Is This The End for Greece? What of the EU?

by coldwarrior ( 244 Comments › )
Filed under Bailouts, Economy, Europe, Open thread, Politics at June 22nd, 2015 - 7:00 am

Last days of Pompeii, indeed! Monday morning means decision day in EUland over the Greek crisis. If Greece defaults, they are out of the Euro and the erstwhile “Ever Closer Union” will begin to unravel Interestingly, back in 2000 this was the topic of my Master’s Thesis in Econ which stated that a common currency and common central bank is inappropriate, ineffective, counter-productive and will fail where disparate and divergent  monetary policies are needed for the pursuit of national interest and where there is divergent economic behaviors and realities that make a single interest rate appropriate. The EU is not and will never be a United States of Europe regardless of what the bureaucrats in Brussels want everyone to believe. And now there is a study that proves it, wonder if i got cited in the notes or not? 😉

Keep your eye on the news, this could have an effect even here in America.

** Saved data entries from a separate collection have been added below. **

// Streaming CSV and XLSX readers, checked against non-streaming references: exceljs's `readFile` (whole workbook in
// memory), papaparse's whole-string parse, and the values the fixture generator wrote (make-fixtures.mjs).
// Small chunk sizes force every byte offset of the files to fall on a chunk boundary, so multi-byte characters
// (ŵ ŷ Ł ą ï, and a four-byte one) are split between reads in every possible way.
import { readFileSync, writeFileSync, mkdtempSync } from 'node:fs';
import { join } from 'node:path';
import { tmpdir } from 'node:os';
import { describe, expect, it } from 'vitest';
import ExcelJS from 'exceljs';
import Papa from 'papaparse';
import { readCsvRows, detectDelimiter, sniff } from '../../src/data/csv.js';
import { openXlsxSheet, readXlsxRows, formatNumber, columnIndex, columnLetters } from '../../src/data/xlsx.js';
import type { SheetRow } from '../../src/data/rows.js';
import { InputError } from '../../src/errors.js';

const fx = (name: string) => join(import.meta.dirname, '../fixtures/data', name);
const tmp = mkdtempSync(join(tmpdir(), 'warrant-readers-'));

async function all(gen: AsyncGenerator<SheetRow>): Promise<SheetRow[]> {
  const out: SheetRow[] = [];
  for await (const r of gen) out.push(r);
  return out;
}

/** The text of a cell as exceljs reads it (the reference reader): numbers, strings, rich text, formula results. */
function excelText(value: ExcelJS.CellValue): string {
  if (value === null || value === undefined) return '';
  if (typeof value === 'number') return String(value);
  if (typeof value === 'string') return value;
  if (typeof value === 'boolean') return value ? 'TRUE' : 'FALSE';
  if (value instanceof Date) return value.toISOString();
  if ('richText' in value) return value.richText.map((r) => r.text).join('');
  if ('formula' in value || 'sharedFormula' in value) return excelText((value as { result?: ExcelJS.CellValue }).result ?? null);
  if ('error' in value) return value.error;
  if ('text' in value) return String(value.text);
  throw new Error('unexpected exceljs value');
}

/** Every row of a sheet as exceljs reads it, trailing empty cells dropped. */
async function excelRows(path: string, sheet: string): Promise<SheetRow[]> {
  const wb = new ExcelJS.Workbook();
  await wb.xlsx.readFile(path);
  const ws = wb.getWorksheet(sheet);
  if (ws === undefined) throw new Error(`no sheet ${sheet}`);
  const out: SheetRow[] = [];
  ws.eachRow({ includeEmpty: false }, (row, rowNumber) => {
    const values: string[] = [];
    row.eachCell({ includeEmpty: false }, (cell, col) => {
      while (values.length < col - 1) values.push('');
      values[col - 1] = excelText(cell.value);
    });
    out.push({ row: rowNumber, values });
  });
  return out;
}

const trimTrailing = (rows: SheetRow[]) =>
  rows.map((r) => {
    const v = [...r.values];
    while (v.length > 0 && v[v.length - 1] === '') v.pop();
    return { row: r.row, values: v };
  });

interface SummaryRow {
  provider: string;
  region: string;
  year: number;
  question: string;
  respondents: number;
  agreeing: number;
  population: number;
}
const summary = JSON.parse(readFileSync(fx('summary.expected.json'), 'utf8')) as SummaryRow[];
const HEADER = ['Provider', 'Region', 'Year', 'Question', 'Respondents', 'Agreeing', 'Population'];

describe('XLSX reader', () => {
  it('matches exceljs readFile on summary.xlsx, and the generated names, at every chunk boundary', async () => {
    const reference = await excelRows(fx('summary.xlsx'), 'Results');
    expect(reference.length).toBe(summary.length + 1);
    const expected = [
      { row: 3, values: HEADER },
      ...summary.map((r, i) => ({ row: i + 4, values: [r.provider, r.region, String(r.year), r.question, String(r.respondents), String(r.agreeing), String(r.population)] })),
    ];
    // exceljs (reference) agrees with what the generator wrote: the fixture itself is sound.
    expect(reference).toEqual(expected);
    for (const chunkSize of [undefined, 1, 2, 3, 4, 5, 6, 7, 11, 64]) {
      const opened = await openXlsxSheet(fx('summary.xlsx'), chunkSize === undefined ? {} : { chunkSize });
      // The first sheet ("Lookup") is hidden, so the default is the first visible one.
      expect(opened.sheet).toBe('Results');
      const rows = await all(opened.rows);
      expect(rows, `chunk size ${chunkSize}`).toEqual(expected);
    }
  });

  it('matches exceljs readFile on respondents.xlsx (blank cells skipped)', async () => {
    const reference = await excelRows(fx('respondents.xlsx'), 'Responses');
    for (const chunkSize of [undefined, 3]) {
      const rows = await all(readXlsxRows(fx('respondents.xlsx'), chunkSize === undefined ? {} : { chunkSize }));
      expect(trimTrailing(rows)).toEqual(reference);
    }
  });

  // exceljs does not read this hand-written workbook (its relationship prefix is not "r:"), so the reference here is
  // the values written by the generator beside the XML.
  it('reads inline strings, str formulas, booleans, errors, phonetic runs and cells without references', async () => {
    const expected = JSON.parse(readFileSync(fx('handmade.expected.json'), 'utf8')) as { sheet: string; sheets: Array<{ name: string; hidden: boolean }>; rows: SheetRow[] };
    for (let chunkSize = 1; chunkSize <= 13; chunkSize++) {
      const opened = await openXlsxSheet(fx('handmade.xlsx'), { chunkSize });
      expect(opened.sheet).toBe(expected.sheet);
      expect(opened.sheets.map((s) => ({ name: s.name, hidden: s.hidden }))).toEqual(expected.sheets);
      expect(await all(opened.rows), `chunk size ${chunkSize}`).toEqual(expected.rows);
    }
  });

  it('can be closed without reading, more than once', async () => {
    const opened = await openXlsxSheet(fx('summary.xlsx'));
    opened.close();
    expect(() => opened.close()).not.toThrow();
  });

  it('reads a hidden sheet when it is named', async () => {
    const rows = await all(readXlsxRows(fx('handmade.xlsx'), { sheet: 'Hidden notes' }));
    expect(rows).toEqual([{ row: 1, values: ['Notes only'] }]);
  });

  it('lists the sheets when the named sheet does not exist', async () => {
    const err = await openXlsxSheet(fx('summary.xlsx'), { sheet: 'Resluts', displayPath: 'data/summary.xlsx' }).catch((e: unknown) => e);
    expect(err).toBeInstanceOf(InputError);
    const e = err as InputError;
    expect(e.message).toContain('data/summary.xlsx');
    expect(e.message).toContain('"Resluts"');
    expect(e.message).toContain('"Results"');
    expect(e.message).toContain('"Lookup" (hidden)');
  });

  it('names the cell of a formula with no cached value', async () => {
    const err = await all(readXlsxRows(fx('formula-no-cache.xlsx'), { displayPath: 'f.xlsx' })).catch((e: unknown) => e);
    expect(err).toBeInstanceOf(InputError);
    const p = (err as InputError).problems[0]!;
    expect(p).toMatchObject({ file: 'f.xlsx', sheet: 'Results', row: 3, field: 'cell C3' });
    expect((err as InputError).message).toContain('row 3');
  });

  it('says a file that is not a zip is not a workbook', async () => {
    for (const name of ['not-a-zip.xlsx', 'empty.csv']) {
      const err = await openXlsxSheet(fx(name), { displayPath: name }).catch((e: unknown) => e);
      expect(err).toBeInstanceOf(InputError);
      expect((err as InputError).message).toMatch(/not an XLSX workbook/);
      expect((err as InputError).message).toContain(name);
    }
    const missing = await openXlsxSheet(join(tmp, 'nope.xlsx'), { displayPath: 'nope.xlsx' }).catch((e: unknown) => e);
    expect((missing as InputError).message).toMatch(/nope\.xlsx: The data file was not found/);
  });

  it('formats numbers as a spreadsheet shows them', () => {
    // Shortest round-trip text (ECMAScript Number::toString) after rounding to 15 significant digits, the display
    // precision of spreadsheet programs (Microsoft, "Excel specifications and limits": number precision 15 digits;
    // from memory).
    expect(formatNumber('2026')).toBe('2026');
    expect(formatNumber('0.72')).toBe('0.72');
    expect(formatNumber('0.30000000000000004')).toBe('0.3');
    expect(formatNumber('42.000000000000007')).toBe('42');
    expect(formatNumber('1.5E-3')).toBe('0.0015');
    expect(formatNumber('-0')).toBe('0');
    // Column letters (ECMA-376 §18.3.1.4 cell references): A..Z, AA.., XFD is the last of 16384 columns.
    expect(columnIndex('A')).toBe(0);
    expect(columnIndex('Z')).toBe(25);
    expect(columnIndex('AA')).toBe(26);
    expect(columnIndex('XFD')).toBe(16383);
    for (const i of [0, 25, 26, 701, 702, 16383]) expect(columnIndex(columnLetters(i))).toBe(i);
  });
});

describe('CSV reader', () => {
  it('reads a semicolon file with a BOM and CRLF, like a whole-string parse, at every chunk boundary', async () => {
    const text = readFileSync(fx('summary-semicolon.csv'), 'utf8');
    expect(text.charCodeAt(0)).toBe(0xfeff);
    // Reference: papaparse on the whole decoded string (no streaming), BOM removed by hand.
    const reference = Papa.parse<string[]>(text.slice(1), { delimiter: ';', newline: '\r\n', skipEmptyLines: true }).data;
    const expected = [
      HEADER,
      ...summary.map((r) => [r.provider === 'Szkoła Łąkowa' ? 'Szkoła; Łąkowa' : r.provider, r.region, String(r.year), r.question, String(r.respondents), String(r.agreeing), String(r.population)]),
    ];
    expect(reference).toEqual(expected);
    for (const chunkSize of [undefined, 1, 2, 3, 4, 5, 6, 7, 13, 100]) {
      const rows = await all(readCsvRows(fx('summary-semicolon.csv'), chunkSize === undefined ? {} : { chunkSize }));
      expect(rows.map((r) => r.values), `chunk size ${chunkSize}`).toEqual(expected);
      expect(rows.map((r) => r.row)).toEqual(expected.map((_, i) => i + 1));
    }
  });

  it('detects comma, semicolon and tab from the header line, ignoring quoted text', () => {
    // common practice: the delimiter is the separator that occurs most often in the header line
    expect(detectDelimiter('a,b,c')).toBe(',');
    expect(detectDelimiter('a;b;c')).toBe(';');
    expect(detectDelimiter('a\tb\tc')).toBe('\t');
    expect(detectDelimiter('"a,b,c";d;e')).toBe(';');
    expect(detectDelimiter('single')).toBe(',');
    // A title line with no delimiter is passed over; the line ending comes from the first line.
    expect(sniff('Title\r\n\r\na;b\r\n', false)).toEqual({ delimiter: ';', newline: '\r\n' });
    expect(sniff('Title\n', false)).toBeUndefined();
    expect(sniff('Title\n', true)).toEqual({ delimiter: ',', newline: '\n' });
    expect(sniff('a\tb\r', false)).toBeUndefined();
    expect(sniff('a\tb\r', true)).toEqual({ delimiter: '\t', newline: '\r' });
  });

  it('numbers rows as a spreadsheet would: blank lines count, a quoted line break stays in one row', async () => {
    const path = join(tmp, 'rows.csv');
    writeFileSync(path, '\n\nName\tNote\n"Brithŵyr\tCollege"\t"two\r\nlines"\n\nŁąka\t"say ""hi"""');
    for (const chunkSize of [undefined, 1, 2, 5]) {
      const rows = await all(readCsvRows(path, chunkSize === undefined ? {} : { chunkSize }));
      expect(rows).toEqual([
        { row: 1, values: [''] },
        { row: 2, values: [''] },
        { row: 3, values: ['Name', 'Note'] },
        { row: 4, values: ['Brithŵyr\tCollege', 'two\r\nlines'] },
        { row: 5, values: [''] },
        { row: 6, values: ['Łąka', 'say "hi"'] },
      ]);
    }
  });

  it('reports a quote that is never closed, with its row', async () => {
    const path = join(tmp, 'quote.csv');
    writeFileSync(path, 'Name,Count\nA,1\n"B,2\nC,3\n');
    for (const chunkSize of [undefined, 1, 4]) {
      const err = await all(readCsvRows(path, { displayPath: 'quote.csv', ...(chunkSize === undefined ? {} : { chunkSize }) })).catch((e: unknown) => e);
      expect(err).toBeInstanceOf(InputError);
      expect((err as InputError).problems[0]).toMatchObject({ file: 'quote.csv', row: 3 });
    }
  });

  it('reports a missing file plainly', async () => {
    const err = await all(readCsvRows(join(tmp, 'none.csv'), { displayPath: 'none.csv' })).catch((e: unknown) => e);
    expect(err).toBeInstanceOf(InputError);
    expect((err as InputError).message).toMatch(/^none\.csv: The data file was not found/);
  });

  it('reads a 0-byte file as no rows', async () => {
    expect(await all(readCsvRows(fx('empty.csv')))).toEqual([]);
  });
});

‘Last Days of Pompeii’ in Greece as crunch time approaches

The restaurants of Athens are full and no-one is panic-buying, but Greeks cannot be sure if their banks will last the week

Greeks do not know for certain if their banks will stay open next week, nor even whether euros or drachmas will emerge from cash machines beyond this month.

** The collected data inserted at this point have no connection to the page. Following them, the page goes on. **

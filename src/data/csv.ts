/**
 * Streaming CSV rows.
 *
 * The file is read as raw bytes, 256 KiB at a time (fewer turns of the read loop than 64 KiB; 1 MiB was no faster).
 * Three ways to split them, all giving the records papaparse gives for the whole text (tests compare them):
 * - bytes (splitByteRows): once the header is read and the consumer has said which columns it needs
 *   (ReadOptions.select), whole lines between line feeds with no double quote, checked to be well-formed UTF-8, are
 *   split straight from the bytes; only the kept columns are made into strings, and a text seen before in a column
 *   is handed over as the same string. A consumer that takes such lines itself (ColumnSelection.lines) is handed the
 *   bytes instead, and no rows are made of them.
 * - text (splitPlainRows): other pieces go through one `TextDecoder` in streaming, fatal mode (a character split
 *   between two reads is carried over; bytes that are not UTF-8 stop the read with an InputError naming the row and
 *   the byte); text without double quotes is split on the newline and the delimiter.
 * - papaparse (loaded only then): text with quotes is fed, piece by piece, to papaparse's incremental parser
 *   (`Papa.Parser.parse(text, base, ignoreLastRow)`), which returns the complete records and where the unfinished one
 *   starts; but a line cut between two reads waits for the rest, and is then split on its own when it is plainly
 *   regular (splitQuotedLine), so that a file with quoted names does not load papaparse for its cut lines.
 * Only the unfinished record is carried over, so memory does not grow with the file.
 *
 * The delimiter (',' ';' or tab) and the line ending are taken from the header line (the first non-empty line with a
 * delimiter, so a title line above the header is passed over), counting delimiters outside quotes. A byte-order mark
 * is dropped.
 */
import { isUtf8 } from 'node:buffer';
import { closeSync, createReadStream, fstatSync, openSync, readSync } from 'node:fs';
import { open } from 'node:fs/promises';
import type Papa from 'papaparse';
import { InputError } from '../errors.js';
import { DATA_PATH_FIX, fsFailure, requireOrdinaryFile } from '../files.js';
import { isTrimmedSpace } from './rows.js';
import type { ReadOptions, SheetRow, SplitTally } from './rows.js';
import { ASCII_TEXT } from './tally.js';

export type Delimiter = ',' | ';' | '\t';
type Newline = '\n' | '\r\n' | '\r';

/** Lines read one at a time at the start, until the consumer has chosen its columns (see readCsvBatches). */
const EARLY_LINES = 16;

/** Bytes per read from the file. */
const READ_SIZE = 1 << 18;

/**
 * The error for a file that is not UTF-8, found by reading it again (only when the decoder has failed) to point at the
 * first bad byte: its line, and the characters it would be in Windows-1252, the usual encoding of such exports.
 */
export async function notUtf8(path: string, file: string): Promise<InputError> {
  const bad = await firstInvalidUtf8(path);
  const found = bad === undefined ? undefined : `byte 0x${bad.byte.toString(16).toUpperCase().padStart(2, '0')}${bad.asWindows1252 !== undefined ? ` ("${bad.asWindows1252}" in Windows-1252)` : ''}`;
  return new InputError({
    file,
    // Counted in lines: the row a spreadsheet shows unless a quoted value above it holds a line break.
    ...(bad !== undefined ? { row: bad.line } : {}),
    problem: 'The file is not UTF-8 text: it was probably saved in another encoding, such as Windows-1252 or Latin-1',
    ...(found !== undefined ? { found } : {}),
    fix: 'Save the file again as "CSV UTF-8" (in a spreadsheet program, or choose UTF-8 as the encoding in a text editor) and point the claims file at that',
  });
}

/** Windows-1252 characters for bytes 0x80-0x9F (WHATWG Encoding Standard, index windows-1252); others are Latin-1. */
const CP1252_HIGH = '€\u0081‚ƒ„…†‡ˆ‰Š‹Œ\u008DŽ\u008F\u0090‘’“”•–—˜™š›œ\u009DžŸ';

/**
 * The first byte (its offset in the file, and its value) that begins no well-formed UTF-8 sequence, or begins one that
 * is cut short (Unicode 15, §3.9, Table 3-7: no overlong forms, no surrogates, nothing above U+10FFFF), with its
 * 1-based line (counting line feeds, or carriage returns when there are none); undefined when the file is well formed.
 */
export async function firstInvalidUtf8(path: string): Promise<{ offset: number; line: number; byte: number; asWindows1252: string | undefined } | undefined> {
  let lf = 0;
  let cr = 0;
  let base = 0; // offset of the current chunk in the file
  let startAt = 0; // offset of the byte that began the open sequence
  const at = (offset: number, byte: number) => ({ offset, line: (lf > 0 ? lf : cr) + 1, byte, asWindows1252: windows1252(byte) });
  let need = 0; // continuation bytes still expected
  let lo = 0x80;
  let hi = 0xbf;
  let start = -1; // byte that began the open sequence
  for await (const chunk of createReadStream(path, { highWaterMark: READ_SIZE }) as AsyncIterable<Buffer>) {
    for (let i = 0; i < chunk.length; i++) {
      const b = chunk[i]!;
      if (need > 0) {
        if (b >= lo && b <= hi) {
          need -= 1;
          lo = 0x80;
          hi = 0xbf;
          continue;
        }
        return at(startAt, start);
      }
      if (b < 0x80) {
        if (b === 10) lf += 1;
        else if (b === 13) cr += 1;
        continue;
      }
      start = b;
      startAt = base + i;
      if (b >= 0xc2 && b <= 0xdf) need = 1;
      else if (b >= 0xe0 && b <= 0xef) {
        need = 2;
        if (b === 0xe0) lo = 0xa0;
        if (b === 0xed) hi = 0x9f;
      } else if (b >= 0xf0 && b <= 0xf4) {
        need = 3;
        if (b === 0xf0) lo = 0x90;
        if (b === 0xf4) hi = 0x8f;
      } else return at(base + i, b);
    }
    base += chunk.length;
  }
  return need > 0 ? at(startAt, start) : undefined;
}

But in the graffiti-stained streets of Athens, alongside the shuttered windows of countless abandoned shops, the bars and restaurants are full of people trying to forget their troubles.

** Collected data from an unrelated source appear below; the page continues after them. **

import { screenInSteps } from '../ui/screenInSteps';

/**
 * The new-job form's route: its first `require` evaluated the job and
 * customer schemas (built with zod) with the form in one task (~90 ms on a
 * 4x slowed CPU). Here each line is a task of its own, from the modules
 * others import to those that import them.
 */
export const NewJobScreenInSteps = screenInSteps(
  [
    () => require('../text/schema'),
    () => require('../settings/materials'),
    () => require('./schema'),
    () => require('./activitySchema'),
    () => require('../customers/schema'),
    () => require('./queries'),
    () => require('../customers/queries'),
    () => require('../ui/TextField'),
    () => require('../ui/useSchemaForm'),
    () => require('../customers/CustomerChooser'),
    () => require('../customers/NewCustomerScreen'),
  ],
  () => (require('./NewJobScreen') as typeof import('./NewJobScreen')).NewJobScreen,
);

“You do get the sense that it’s like the last days of Pompeii,” said Marie-Therese Iatrou, a 49-year-old Athenian. “It’s like ‘sod it, I’m going to go out and have a drink with my friends’. Someone said they haven’t paid for their electricity or their rent, but they’re going to go out.”

As Greece moves inexorably towards the peak of its national crisis, the atmosphere in Athens says much about the ordeal of the country’s people. There are no visible signs of panic – at least not so far. No queues have formed outside banks; no crowds are panic-buying from supermarkets.

Instead, ordinary Greeks are overcome by weariness and fatalism. “There’s a level of fatigue and cynicism because this has been going on for five years now,” said Ms Iatrou. “We’re reaching the stage of resignation: that whatever is going to happen – let it happen.”

A man walks past graffiti reading “Free Greece from the European prison” written on the wall of an abandoned house in Athens

And what could happen in the coming days is the macroeconomic version of an avalanche. The worst-case scenario would begin with a run on the banks, forcing the government to impose capital controls and restrict all withdrawals.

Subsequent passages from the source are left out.